= Recorded data =
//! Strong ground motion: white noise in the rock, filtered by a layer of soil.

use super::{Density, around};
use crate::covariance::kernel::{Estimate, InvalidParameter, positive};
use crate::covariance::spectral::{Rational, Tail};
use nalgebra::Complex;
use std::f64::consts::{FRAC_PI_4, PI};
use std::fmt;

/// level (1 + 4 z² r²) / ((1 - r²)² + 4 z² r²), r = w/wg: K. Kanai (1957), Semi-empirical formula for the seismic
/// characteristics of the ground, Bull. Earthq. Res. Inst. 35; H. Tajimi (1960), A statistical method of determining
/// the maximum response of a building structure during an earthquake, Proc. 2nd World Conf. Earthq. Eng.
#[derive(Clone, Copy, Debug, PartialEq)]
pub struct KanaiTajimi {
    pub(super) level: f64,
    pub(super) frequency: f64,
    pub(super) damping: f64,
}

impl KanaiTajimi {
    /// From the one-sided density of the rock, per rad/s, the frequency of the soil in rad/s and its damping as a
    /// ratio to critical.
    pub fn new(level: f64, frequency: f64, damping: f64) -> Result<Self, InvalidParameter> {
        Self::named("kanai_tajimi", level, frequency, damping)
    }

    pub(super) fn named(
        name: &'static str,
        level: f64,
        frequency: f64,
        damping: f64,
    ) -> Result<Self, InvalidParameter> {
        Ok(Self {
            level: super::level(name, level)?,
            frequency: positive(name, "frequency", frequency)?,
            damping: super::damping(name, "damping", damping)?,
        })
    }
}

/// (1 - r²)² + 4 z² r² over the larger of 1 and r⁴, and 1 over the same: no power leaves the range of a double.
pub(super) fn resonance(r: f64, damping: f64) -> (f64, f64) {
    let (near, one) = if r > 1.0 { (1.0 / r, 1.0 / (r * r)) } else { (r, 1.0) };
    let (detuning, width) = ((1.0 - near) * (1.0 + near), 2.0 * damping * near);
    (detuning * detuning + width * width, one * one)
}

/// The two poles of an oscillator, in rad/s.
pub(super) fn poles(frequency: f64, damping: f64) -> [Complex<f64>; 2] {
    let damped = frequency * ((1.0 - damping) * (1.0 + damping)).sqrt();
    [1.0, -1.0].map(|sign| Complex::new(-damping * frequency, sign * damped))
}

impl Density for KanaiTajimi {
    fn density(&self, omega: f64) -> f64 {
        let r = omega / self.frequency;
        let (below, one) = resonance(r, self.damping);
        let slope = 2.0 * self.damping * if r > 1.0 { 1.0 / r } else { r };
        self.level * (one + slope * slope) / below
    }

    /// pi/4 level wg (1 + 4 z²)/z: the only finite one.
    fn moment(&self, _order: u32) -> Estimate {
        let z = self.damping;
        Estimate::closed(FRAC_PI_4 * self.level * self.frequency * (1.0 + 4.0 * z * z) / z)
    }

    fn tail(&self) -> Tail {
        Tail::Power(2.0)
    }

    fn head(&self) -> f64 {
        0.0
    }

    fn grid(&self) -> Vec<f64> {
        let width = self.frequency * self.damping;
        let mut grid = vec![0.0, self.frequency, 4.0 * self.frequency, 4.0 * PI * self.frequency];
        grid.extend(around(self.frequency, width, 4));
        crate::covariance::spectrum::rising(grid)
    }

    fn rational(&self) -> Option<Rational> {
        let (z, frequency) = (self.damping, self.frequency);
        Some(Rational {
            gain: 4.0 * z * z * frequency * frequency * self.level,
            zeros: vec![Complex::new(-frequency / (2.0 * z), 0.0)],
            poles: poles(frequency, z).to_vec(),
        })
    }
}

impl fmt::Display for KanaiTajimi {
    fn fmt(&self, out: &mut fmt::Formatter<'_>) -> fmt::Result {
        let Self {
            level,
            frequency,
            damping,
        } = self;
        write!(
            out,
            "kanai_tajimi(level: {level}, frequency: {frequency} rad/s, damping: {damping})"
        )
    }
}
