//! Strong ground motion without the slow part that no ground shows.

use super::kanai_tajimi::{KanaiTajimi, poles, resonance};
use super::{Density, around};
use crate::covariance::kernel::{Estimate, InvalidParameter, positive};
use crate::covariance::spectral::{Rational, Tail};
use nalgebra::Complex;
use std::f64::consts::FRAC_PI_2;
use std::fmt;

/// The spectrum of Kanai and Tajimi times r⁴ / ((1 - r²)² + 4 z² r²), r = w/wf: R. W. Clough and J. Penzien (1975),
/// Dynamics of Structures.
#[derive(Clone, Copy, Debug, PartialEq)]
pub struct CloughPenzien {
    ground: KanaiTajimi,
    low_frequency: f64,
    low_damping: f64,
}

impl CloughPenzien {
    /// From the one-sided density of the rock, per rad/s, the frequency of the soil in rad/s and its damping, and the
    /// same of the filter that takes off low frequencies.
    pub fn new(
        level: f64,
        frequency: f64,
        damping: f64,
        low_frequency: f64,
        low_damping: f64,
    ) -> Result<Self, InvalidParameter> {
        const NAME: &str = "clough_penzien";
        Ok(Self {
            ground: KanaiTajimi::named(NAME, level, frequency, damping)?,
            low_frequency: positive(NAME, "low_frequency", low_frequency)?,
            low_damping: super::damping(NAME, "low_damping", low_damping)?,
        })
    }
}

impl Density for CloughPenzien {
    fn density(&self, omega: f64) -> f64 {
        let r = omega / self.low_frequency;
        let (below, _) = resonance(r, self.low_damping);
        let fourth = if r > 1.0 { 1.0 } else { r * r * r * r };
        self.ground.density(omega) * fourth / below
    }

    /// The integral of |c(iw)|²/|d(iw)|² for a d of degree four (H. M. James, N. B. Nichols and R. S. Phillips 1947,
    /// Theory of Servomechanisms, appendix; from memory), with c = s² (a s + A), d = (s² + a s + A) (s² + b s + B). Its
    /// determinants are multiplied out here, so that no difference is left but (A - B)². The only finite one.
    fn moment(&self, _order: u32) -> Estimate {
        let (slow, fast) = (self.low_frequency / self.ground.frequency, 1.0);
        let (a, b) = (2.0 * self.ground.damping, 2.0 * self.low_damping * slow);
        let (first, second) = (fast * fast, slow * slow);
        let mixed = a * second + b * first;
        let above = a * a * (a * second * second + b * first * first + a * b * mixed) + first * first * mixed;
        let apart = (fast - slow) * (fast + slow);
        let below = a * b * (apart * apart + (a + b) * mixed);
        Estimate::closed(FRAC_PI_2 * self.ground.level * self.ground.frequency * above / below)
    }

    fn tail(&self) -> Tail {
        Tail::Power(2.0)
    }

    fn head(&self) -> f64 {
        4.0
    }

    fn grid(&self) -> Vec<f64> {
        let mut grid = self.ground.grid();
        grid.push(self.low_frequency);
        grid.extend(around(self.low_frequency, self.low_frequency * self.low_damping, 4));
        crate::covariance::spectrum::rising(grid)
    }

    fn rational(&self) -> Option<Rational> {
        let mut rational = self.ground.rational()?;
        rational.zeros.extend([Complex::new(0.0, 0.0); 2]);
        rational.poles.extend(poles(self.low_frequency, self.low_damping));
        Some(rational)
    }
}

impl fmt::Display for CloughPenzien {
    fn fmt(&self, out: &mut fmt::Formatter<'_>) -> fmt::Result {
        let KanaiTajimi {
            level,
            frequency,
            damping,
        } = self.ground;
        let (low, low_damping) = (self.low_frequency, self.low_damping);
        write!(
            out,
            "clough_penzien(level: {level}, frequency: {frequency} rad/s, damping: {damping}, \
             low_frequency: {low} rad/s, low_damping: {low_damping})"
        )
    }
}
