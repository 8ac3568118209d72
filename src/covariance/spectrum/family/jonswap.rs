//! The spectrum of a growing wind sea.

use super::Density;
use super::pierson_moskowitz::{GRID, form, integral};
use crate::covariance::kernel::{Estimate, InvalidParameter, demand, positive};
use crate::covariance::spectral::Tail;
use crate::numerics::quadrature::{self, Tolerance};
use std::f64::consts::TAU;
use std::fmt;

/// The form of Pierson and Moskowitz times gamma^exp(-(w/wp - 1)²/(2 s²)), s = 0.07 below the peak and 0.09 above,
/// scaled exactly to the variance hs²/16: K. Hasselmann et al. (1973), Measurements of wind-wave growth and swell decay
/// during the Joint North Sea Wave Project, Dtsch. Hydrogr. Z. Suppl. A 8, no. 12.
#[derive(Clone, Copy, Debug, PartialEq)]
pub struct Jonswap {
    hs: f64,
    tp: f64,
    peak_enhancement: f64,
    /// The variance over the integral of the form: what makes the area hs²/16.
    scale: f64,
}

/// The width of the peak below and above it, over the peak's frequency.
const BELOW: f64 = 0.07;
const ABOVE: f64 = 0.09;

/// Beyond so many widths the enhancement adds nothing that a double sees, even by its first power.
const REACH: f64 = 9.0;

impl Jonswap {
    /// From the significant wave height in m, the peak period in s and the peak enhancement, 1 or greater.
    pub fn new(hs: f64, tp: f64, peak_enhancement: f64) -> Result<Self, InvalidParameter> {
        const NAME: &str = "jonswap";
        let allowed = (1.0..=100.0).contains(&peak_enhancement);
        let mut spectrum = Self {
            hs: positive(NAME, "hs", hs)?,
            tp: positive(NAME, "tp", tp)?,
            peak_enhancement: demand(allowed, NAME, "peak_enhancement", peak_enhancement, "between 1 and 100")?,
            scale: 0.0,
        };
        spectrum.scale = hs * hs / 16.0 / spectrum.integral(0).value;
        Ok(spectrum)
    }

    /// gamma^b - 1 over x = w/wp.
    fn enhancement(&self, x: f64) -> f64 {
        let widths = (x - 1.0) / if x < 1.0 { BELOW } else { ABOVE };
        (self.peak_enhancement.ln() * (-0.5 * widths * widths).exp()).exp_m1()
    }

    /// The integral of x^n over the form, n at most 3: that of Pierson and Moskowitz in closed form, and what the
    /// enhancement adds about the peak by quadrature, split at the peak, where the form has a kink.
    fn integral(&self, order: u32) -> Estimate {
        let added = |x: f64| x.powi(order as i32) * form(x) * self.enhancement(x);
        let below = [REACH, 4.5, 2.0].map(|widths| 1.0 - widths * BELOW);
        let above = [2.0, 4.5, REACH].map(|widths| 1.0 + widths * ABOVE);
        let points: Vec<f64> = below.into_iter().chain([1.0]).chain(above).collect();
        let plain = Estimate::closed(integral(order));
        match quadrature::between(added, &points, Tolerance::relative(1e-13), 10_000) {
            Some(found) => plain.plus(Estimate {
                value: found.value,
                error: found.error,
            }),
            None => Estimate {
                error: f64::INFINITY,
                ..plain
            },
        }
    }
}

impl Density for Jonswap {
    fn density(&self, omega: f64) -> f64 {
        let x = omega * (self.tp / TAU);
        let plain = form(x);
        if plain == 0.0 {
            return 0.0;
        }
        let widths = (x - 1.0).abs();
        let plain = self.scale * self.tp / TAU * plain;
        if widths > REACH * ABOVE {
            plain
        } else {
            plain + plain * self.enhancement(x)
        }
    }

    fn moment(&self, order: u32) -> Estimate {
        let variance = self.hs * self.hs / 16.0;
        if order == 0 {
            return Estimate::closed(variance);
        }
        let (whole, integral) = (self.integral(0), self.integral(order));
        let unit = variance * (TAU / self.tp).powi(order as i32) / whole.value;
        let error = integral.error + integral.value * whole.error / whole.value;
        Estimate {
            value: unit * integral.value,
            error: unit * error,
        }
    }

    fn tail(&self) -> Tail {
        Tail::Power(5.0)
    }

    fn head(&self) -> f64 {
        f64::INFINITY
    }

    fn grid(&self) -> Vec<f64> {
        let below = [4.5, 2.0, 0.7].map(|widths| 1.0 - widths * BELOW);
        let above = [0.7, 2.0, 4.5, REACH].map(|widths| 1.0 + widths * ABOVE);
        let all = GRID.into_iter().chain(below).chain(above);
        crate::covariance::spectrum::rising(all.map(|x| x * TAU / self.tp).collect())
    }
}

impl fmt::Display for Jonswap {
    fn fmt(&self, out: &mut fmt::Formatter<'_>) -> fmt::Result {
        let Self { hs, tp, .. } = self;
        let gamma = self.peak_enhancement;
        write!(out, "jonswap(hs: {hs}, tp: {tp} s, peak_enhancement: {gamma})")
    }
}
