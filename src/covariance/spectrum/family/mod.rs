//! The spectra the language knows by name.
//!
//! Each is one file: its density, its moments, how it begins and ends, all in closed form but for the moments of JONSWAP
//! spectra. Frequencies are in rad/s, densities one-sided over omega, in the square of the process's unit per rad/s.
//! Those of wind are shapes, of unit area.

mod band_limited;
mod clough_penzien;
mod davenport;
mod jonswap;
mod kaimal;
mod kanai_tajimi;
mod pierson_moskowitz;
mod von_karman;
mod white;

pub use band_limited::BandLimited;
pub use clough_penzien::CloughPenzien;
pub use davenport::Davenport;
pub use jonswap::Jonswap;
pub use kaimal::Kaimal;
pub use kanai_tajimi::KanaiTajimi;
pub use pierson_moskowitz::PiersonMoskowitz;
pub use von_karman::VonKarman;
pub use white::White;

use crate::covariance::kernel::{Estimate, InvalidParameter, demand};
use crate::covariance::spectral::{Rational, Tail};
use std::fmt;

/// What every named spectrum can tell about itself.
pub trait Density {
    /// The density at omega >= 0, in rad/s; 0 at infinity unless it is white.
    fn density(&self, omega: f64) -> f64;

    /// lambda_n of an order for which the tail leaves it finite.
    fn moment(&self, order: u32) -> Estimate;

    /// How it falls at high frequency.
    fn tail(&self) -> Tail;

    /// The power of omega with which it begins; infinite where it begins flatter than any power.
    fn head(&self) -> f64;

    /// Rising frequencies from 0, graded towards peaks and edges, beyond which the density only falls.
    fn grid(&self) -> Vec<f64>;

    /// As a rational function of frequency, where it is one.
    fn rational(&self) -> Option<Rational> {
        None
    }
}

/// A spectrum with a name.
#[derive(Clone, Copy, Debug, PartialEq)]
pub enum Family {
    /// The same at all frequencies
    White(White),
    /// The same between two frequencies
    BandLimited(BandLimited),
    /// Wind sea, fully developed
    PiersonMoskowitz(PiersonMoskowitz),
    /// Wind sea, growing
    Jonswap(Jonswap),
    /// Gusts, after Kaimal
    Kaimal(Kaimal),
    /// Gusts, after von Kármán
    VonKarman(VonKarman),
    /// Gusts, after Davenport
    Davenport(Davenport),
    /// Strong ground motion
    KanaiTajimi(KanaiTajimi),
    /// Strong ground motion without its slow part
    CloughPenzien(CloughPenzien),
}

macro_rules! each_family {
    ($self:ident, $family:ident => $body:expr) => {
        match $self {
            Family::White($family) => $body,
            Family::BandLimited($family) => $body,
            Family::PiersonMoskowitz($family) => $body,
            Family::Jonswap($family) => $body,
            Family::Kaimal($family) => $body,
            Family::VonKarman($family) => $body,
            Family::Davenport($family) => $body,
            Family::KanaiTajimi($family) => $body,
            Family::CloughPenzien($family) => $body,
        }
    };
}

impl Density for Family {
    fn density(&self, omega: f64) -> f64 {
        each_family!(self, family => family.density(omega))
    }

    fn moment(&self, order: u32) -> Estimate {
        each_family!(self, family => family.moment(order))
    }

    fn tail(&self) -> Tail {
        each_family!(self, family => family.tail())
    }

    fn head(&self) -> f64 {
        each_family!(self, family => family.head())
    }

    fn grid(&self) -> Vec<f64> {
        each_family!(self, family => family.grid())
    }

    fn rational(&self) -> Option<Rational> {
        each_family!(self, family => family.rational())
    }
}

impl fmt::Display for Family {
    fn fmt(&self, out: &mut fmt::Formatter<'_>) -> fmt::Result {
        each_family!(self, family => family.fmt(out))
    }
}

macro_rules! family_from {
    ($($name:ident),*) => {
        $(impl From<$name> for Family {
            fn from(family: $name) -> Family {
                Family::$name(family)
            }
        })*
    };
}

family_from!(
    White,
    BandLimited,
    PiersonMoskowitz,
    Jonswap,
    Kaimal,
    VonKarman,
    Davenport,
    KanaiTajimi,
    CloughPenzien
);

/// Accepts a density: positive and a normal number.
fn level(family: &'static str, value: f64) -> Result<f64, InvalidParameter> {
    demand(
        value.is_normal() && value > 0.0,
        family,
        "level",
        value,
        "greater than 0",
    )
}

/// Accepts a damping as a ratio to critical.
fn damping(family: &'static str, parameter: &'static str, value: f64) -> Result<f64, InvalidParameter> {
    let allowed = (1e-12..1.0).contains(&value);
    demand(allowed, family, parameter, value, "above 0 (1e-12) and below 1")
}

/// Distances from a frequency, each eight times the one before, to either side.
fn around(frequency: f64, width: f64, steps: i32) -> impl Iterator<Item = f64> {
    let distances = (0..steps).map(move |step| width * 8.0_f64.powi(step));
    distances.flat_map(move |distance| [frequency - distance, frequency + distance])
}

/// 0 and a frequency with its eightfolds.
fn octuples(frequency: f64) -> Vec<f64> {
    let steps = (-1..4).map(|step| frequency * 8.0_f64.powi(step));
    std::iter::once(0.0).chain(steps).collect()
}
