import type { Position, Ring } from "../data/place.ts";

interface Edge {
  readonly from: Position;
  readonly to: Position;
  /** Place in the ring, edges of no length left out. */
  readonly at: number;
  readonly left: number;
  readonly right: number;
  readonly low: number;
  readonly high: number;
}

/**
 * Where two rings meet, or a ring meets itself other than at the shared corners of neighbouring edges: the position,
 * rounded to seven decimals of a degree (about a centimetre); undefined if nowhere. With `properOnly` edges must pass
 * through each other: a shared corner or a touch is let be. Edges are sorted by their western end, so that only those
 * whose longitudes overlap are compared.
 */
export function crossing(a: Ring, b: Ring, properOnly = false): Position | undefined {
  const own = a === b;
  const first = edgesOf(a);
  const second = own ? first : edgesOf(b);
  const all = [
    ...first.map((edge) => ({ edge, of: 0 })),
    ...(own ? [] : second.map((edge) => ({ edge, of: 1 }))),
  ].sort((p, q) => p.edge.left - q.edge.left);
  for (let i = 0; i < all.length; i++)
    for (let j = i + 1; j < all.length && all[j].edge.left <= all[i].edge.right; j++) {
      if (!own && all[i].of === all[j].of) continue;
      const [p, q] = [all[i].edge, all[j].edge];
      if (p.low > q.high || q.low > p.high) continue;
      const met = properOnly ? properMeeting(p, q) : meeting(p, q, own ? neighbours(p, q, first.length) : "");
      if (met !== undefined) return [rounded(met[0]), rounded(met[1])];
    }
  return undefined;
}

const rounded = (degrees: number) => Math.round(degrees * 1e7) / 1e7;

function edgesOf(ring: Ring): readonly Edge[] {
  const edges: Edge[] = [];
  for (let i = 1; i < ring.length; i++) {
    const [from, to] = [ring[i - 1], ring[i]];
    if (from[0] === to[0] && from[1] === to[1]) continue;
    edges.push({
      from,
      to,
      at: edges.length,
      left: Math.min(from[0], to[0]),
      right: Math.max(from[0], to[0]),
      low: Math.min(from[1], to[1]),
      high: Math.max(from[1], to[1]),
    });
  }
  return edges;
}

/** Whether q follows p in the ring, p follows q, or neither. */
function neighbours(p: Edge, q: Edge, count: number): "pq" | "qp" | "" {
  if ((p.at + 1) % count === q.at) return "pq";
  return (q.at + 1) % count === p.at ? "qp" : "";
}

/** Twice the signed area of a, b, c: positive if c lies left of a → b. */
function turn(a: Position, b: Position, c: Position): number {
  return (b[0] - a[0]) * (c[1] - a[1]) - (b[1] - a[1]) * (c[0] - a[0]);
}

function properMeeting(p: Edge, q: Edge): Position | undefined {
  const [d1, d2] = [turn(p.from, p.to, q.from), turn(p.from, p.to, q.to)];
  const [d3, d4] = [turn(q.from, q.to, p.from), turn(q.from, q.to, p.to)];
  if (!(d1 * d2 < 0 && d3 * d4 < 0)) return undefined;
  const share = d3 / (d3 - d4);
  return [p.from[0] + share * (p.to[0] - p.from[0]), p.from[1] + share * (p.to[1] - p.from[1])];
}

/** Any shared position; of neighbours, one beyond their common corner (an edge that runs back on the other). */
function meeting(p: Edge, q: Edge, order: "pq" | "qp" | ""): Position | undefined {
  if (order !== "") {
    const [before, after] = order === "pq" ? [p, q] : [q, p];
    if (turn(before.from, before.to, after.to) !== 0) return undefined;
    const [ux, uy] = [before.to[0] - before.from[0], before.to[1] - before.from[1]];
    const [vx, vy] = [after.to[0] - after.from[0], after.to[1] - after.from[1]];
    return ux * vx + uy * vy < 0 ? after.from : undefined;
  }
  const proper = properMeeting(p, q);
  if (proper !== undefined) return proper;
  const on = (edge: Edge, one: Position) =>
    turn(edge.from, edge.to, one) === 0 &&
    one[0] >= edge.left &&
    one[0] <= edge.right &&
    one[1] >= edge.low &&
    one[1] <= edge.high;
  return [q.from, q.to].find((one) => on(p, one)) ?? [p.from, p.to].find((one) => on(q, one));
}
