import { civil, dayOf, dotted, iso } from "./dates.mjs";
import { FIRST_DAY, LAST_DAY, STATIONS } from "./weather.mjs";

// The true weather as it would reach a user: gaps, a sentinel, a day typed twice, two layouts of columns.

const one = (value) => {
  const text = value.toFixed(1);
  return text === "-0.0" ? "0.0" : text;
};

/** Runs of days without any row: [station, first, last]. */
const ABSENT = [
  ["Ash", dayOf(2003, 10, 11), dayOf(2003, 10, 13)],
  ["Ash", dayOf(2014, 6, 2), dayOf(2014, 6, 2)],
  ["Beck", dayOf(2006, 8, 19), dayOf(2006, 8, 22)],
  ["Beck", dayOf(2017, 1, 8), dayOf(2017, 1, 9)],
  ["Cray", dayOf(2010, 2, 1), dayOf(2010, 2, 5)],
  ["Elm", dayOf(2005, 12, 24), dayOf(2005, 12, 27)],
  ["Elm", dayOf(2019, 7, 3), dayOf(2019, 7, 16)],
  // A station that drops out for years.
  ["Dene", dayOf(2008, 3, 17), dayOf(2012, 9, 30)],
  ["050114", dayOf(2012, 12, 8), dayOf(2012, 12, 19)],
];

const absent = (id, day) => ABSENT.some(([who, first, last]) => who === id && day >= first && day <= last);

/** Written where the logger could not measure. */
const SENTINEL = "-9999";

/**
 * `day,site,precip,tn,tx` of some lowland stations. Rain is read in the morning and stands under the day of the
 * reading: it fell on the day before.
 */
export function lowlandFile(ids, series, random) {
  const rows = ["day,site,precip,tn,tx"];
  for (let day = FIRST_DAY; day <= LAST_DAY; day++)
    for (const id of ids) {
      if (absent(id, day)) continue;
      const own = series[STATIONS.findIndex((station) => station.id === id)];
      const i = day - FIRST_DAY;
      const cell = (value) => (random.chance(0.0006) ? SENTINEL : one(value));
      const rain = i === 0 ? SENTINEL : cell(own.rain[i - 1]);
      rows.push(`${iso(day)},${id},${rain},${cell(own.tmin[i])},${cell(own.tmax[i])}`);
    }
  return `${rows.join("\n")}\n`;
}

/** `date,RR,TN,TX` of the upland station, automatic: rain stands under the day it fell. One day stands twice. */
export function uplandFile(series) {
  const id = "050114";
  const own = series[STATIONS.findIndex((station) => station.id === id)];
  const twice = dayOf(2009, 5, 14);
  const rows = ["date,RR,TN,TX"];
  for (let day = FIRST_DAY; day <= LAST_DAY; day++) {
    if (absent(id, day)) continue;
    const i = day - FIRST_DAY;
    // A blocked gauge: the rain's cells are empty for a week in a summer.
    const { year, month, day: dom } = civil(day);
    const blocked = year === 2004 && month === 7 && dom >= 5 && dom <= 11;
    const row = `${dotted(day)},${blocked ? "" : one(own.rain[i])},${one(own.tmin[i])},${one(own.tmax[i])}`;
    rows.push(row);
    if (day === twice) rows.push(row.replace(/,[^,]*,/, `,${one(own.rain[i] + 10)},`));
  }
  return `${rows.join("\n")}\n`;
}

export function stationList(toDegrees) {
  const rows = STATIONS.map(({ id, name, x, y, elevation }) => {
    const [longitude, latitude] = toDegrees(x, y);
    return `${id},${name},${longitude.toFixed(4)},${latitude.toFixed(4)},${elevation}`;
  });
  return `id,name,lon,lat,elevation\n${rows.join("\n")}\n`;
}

= Work order =
Reproduce word for word the lines of the records above, beginning at the first and ending with the line where "pub fn new(level: f64, frequency: f64, damping: f64)" appears, and nothing past it.

= Task output =
//! Strong ground motion: white noise in the rock, filtered by a layer of soil.

use super::{Density, around};
use crate::covariance::kernel::{Estimate, InvalidParameter, positive};
use crate::covariance::spectral::{Rational, Tail};
use nalgebra::Complex;
use std::f64::consts::{FRAC_PI_4, PI};
use std::fmt;

/// level (1 + 4 z² r²) / ((1 - r²)² + 4 z² r²), r = w/wg: K. Kanai (1957), Semi-empirical formula for the seismic
/// characteristics of the ground, Bull. Earthq. Res. Inst. 35; H. Tajimi (1960), A statistical method of determining
/// the maximum response of a building structure during an earthquake, Proc. 2nd World Conf. Earthq. Eng.
#[derive(Clone, Copy, Debug, PartialEq)]
pub struct KanaiTajimi {
    pub(super) level: f64,
    pub(super) frequency: f64,
    pub(super) damping: f64,
}

impl KanaiTajimi {
    /// From the one-sided density of the rock, per rad/s, the frequency of the soil in rad/s and its damping as a
    /// ratio to critical.
    pub fn new(level: f64, frequency: f64, damping: f64) -> Result<Self, InvalidParameter> {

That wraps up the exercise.